▶ _TASK DESCRIPTION_
Only the number is requested. Tally the lines of the data that hold the string "tempfile".

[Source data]
* * *

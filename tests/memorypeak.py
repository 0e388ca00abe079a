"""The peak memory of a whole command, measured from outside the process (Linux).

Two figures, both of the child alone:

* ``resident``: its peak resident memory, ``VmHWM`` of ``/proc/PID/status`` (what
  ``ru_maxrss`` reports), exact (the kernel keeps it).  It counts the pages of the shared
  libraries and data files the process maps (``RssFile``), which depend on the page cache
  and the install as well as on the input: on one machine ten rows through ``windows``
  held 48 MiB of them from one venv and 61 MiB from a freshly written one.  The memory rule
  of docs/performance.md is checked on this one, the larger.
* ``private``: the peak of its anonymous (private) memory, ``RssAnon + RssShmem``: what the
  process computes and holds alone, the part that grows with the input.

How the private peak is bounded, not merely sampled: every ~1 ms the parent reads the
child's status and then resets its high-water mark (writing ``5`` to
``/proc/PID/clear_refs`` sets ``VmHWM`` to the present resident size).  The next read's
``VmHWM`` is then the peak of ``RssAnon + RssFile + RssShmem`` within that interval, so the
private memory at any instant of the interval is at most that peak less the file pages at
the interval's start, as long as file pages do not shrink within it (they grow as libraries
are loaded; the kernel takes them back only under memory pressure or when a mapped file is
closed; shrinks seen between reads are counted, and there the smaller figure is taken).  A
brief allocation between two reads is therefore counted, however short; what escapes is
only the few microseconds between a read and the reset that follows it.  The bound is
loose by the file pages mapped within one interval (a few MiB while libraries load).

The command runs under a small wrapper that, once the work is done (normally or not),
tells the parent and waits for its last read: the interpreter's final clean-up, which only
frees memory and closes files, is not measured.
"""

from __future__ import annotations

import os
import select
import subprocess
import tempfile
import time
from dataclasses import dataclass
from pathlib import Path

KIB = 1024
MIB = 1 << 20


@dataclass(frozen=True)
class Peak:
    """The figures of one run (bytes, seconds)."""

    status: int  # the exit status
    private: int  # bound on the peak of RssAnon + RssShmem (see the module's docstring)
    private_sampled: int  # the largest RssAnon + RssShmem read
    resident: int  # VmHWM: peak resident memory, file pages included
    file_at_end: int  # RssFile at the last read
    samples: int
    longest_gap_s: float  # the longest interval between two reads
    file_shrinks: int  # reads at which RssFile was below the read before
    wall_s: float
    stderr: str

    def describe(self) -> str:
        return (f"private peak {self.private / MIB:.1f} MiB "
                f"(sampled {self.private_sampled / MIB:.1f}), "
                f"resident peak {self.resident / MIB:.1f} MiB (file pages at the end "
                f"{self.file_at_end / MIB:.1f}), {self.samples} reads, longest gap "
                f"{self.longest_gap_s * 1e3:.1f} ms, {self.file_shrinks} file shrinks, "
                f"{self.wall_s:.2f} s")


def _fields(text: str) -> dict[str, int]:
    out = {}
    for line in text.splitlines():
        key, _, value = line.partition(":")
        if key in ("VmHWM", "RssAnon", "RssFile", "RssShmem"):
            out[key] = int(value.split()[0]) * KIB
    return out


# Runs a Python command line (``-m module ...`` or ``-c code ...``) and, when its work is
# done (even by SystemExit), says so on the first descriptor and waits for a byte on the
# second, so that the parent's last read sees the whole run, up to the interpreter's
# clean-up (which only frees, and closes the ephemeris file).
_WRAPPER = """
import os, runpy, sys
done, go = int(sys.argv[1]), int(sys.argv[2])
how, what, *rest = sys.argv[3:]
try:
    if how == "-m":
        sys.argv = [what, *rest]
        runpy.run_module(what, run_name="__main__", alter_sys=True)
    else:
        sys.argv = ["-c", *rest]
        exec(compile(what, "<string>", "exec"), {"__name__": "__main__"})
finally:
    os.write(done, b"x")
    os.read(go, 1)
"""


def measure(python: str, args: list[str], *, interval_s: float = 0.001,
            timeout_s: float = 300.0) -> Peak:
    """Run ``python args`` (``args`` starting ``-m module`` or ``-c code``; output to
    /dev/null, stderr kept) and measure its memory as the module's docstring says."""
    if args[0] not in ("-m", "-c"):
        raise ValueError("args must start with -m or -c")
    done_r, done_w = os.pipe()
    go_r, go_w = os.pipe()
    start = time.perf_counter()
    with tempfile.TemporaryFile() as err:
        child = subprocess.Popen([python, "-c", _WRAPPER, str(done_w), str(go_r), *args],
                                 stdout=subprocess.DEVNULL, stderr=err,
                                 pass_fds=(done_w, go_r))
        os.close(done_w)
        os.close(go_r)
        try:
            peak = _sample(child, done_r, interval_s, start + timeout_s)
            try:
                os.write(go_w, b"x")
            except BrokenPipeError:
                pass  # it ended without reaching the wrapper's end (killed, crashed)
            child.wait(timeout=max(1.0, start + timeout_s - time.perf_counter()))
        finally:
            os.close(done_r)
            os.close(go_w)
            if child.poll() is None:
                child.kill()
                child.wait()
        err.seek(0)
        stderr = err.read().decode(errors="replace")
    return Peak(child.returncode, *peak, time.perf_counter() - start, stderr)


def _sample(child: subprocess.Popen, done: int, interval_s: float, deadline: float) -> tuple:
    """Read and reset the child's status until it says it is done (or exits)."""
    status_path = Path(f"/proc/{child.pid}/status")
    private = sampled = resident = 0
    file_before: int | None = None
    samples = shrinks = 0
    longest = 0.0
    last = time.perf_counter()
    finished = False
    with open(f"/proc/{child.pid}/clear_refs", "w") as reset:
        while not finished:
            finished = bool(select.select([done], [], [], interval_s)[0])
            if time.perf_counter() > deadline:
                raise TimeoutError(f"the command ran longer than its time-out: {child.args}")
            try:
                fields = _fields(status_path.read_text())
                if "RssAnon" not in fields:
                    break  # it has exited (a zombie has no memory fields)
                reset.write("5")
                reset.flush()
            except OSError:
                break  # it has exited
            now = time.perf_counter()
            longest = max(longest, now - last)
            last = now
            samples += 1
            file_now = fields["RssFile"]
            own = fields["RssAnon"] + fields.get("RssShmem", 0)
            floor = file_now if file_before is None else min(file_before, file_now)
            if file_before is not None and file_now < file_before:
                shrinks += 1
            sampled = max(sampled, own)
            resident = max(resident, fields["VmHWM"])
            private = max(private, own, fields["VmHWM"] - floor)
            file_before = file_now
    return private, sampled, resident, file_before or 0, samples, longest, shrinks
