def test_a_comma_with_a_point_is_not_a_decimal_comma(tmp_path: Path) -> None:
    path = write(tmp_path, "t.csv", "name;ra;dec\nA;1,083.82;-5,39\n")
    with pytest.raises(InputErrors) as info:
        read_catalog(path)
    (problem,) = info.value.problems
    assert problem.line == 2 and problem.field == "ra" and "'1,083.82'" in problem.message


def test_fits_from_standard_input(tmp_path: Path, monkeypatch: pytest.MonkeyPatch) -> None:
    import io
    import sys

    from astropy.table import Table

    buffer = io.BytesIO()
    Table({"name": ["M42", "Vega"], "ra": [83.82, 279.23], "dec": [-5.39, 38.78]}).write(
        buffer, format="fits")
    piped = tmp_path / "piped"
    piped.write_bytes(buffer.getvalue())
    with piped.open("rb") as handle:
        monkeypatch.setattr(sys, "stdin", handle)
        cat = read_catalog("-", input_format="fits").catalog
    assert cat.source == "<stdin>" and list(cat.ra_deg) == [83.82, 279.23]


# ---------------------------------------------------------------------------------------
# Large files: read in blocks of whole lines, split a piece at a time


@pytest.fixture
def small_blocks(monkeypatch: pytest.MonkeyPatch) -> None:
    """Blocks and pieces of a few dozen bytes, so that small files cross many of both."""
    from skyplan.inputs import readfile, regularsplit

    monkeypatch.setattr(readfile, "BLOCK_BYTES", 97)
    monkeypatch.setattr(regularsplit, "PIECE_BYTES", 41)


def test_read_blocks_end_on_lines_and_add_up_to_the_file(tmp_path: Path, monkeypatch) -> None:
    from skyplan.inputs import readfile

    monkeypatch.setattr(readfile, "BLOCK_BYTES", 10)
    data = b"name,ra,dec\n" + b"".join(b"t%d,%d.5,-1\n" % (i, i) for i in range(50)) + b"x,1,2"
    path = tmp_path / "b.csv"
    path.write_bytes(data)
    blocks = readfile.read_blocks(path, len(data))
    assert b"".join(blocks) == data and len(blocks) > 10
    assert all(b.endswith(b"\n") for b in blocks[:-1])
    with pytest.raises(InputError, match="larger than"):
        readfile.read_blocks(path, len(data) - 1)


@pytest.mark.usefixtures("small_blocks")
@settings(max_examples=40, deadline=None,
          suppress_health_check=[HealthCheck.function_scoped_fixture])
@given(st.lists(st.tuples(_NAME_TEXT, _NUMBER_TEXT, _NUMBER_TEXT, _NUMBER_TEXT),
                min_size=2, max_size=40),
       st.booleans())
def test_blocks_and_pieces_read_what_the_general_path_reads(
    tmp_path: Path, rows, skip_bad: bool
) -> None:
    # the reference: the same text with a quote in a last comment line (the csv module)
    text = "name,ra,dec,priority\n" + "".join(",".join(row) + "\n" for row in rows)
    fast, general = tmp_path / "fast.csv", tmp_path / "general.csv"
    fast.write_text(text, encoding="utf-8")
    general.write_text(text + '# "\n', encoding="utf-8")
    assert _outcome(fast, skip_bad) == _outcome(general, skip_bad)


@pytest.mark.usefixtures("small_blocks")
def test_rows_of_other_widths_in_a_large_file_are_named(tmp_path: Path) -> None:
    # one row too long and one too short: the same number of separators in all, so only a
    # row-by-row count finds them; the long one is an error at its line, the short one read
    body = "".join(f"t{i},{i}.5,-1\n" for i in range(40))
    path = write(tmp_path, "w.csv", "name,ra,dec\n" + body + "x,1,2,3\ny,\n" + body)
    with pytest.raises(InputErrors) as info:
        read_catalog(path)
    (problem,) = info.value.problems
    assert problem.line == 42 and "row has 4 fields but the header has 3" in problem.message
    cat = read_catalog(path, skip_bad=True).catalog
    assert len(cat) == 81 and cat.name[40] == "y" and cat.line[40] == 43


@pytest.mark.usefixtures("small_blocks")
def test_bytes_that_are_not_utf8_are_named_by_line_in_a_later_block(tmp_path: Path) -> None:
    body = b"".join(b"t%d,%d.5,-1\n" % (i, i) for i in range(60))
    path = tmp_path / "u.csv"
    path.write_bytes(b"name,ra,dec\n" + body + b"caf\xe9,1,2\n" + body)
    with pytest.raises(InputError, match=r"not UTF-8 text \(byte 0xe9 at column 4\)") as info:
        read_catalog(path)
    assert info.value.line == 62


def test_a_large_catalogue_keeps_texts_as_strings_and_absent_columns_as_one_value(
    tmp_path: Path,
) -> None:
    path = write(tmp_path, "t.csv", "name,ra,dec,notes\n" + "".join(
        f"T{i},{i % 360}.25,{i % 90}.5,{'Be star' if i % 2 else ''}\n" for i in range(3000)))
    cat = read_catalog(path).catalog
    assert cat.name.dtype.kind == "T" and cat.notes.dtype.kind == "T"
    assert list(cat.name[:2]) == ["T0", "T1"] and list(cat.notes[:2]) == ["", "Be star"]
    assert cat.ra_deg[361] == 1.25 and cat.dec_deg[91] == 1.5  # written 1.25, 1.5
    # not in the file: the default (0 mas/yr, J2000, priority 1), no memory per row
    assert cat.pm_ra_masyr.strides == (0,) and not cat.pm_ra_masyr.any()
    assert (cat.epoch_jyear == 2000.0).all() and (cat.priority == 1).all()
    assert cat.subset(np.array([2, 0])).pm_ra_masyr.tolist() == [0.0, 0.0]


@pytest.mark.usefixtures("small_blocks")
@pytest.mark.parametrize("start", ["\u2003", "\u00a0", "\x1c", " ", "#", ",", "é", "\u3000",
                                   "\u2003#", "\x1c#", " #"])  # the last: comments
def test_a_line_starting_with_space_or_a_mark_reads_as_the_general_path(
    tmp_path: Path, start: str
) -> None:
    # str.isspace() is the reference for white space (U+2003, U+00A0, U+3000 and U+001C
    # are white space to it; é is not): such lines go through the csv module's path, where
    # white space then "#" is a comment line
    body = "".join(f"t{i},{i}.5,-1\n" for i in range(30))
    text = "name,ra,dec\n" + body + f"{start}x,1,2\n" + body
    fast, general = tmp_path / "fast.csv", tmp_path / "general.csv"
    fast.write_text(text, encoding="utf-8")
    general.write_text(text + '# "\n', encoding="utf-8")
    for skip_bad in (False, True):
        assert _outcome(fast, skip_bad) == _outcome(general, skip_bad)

* * *

▶ _RESULT_
2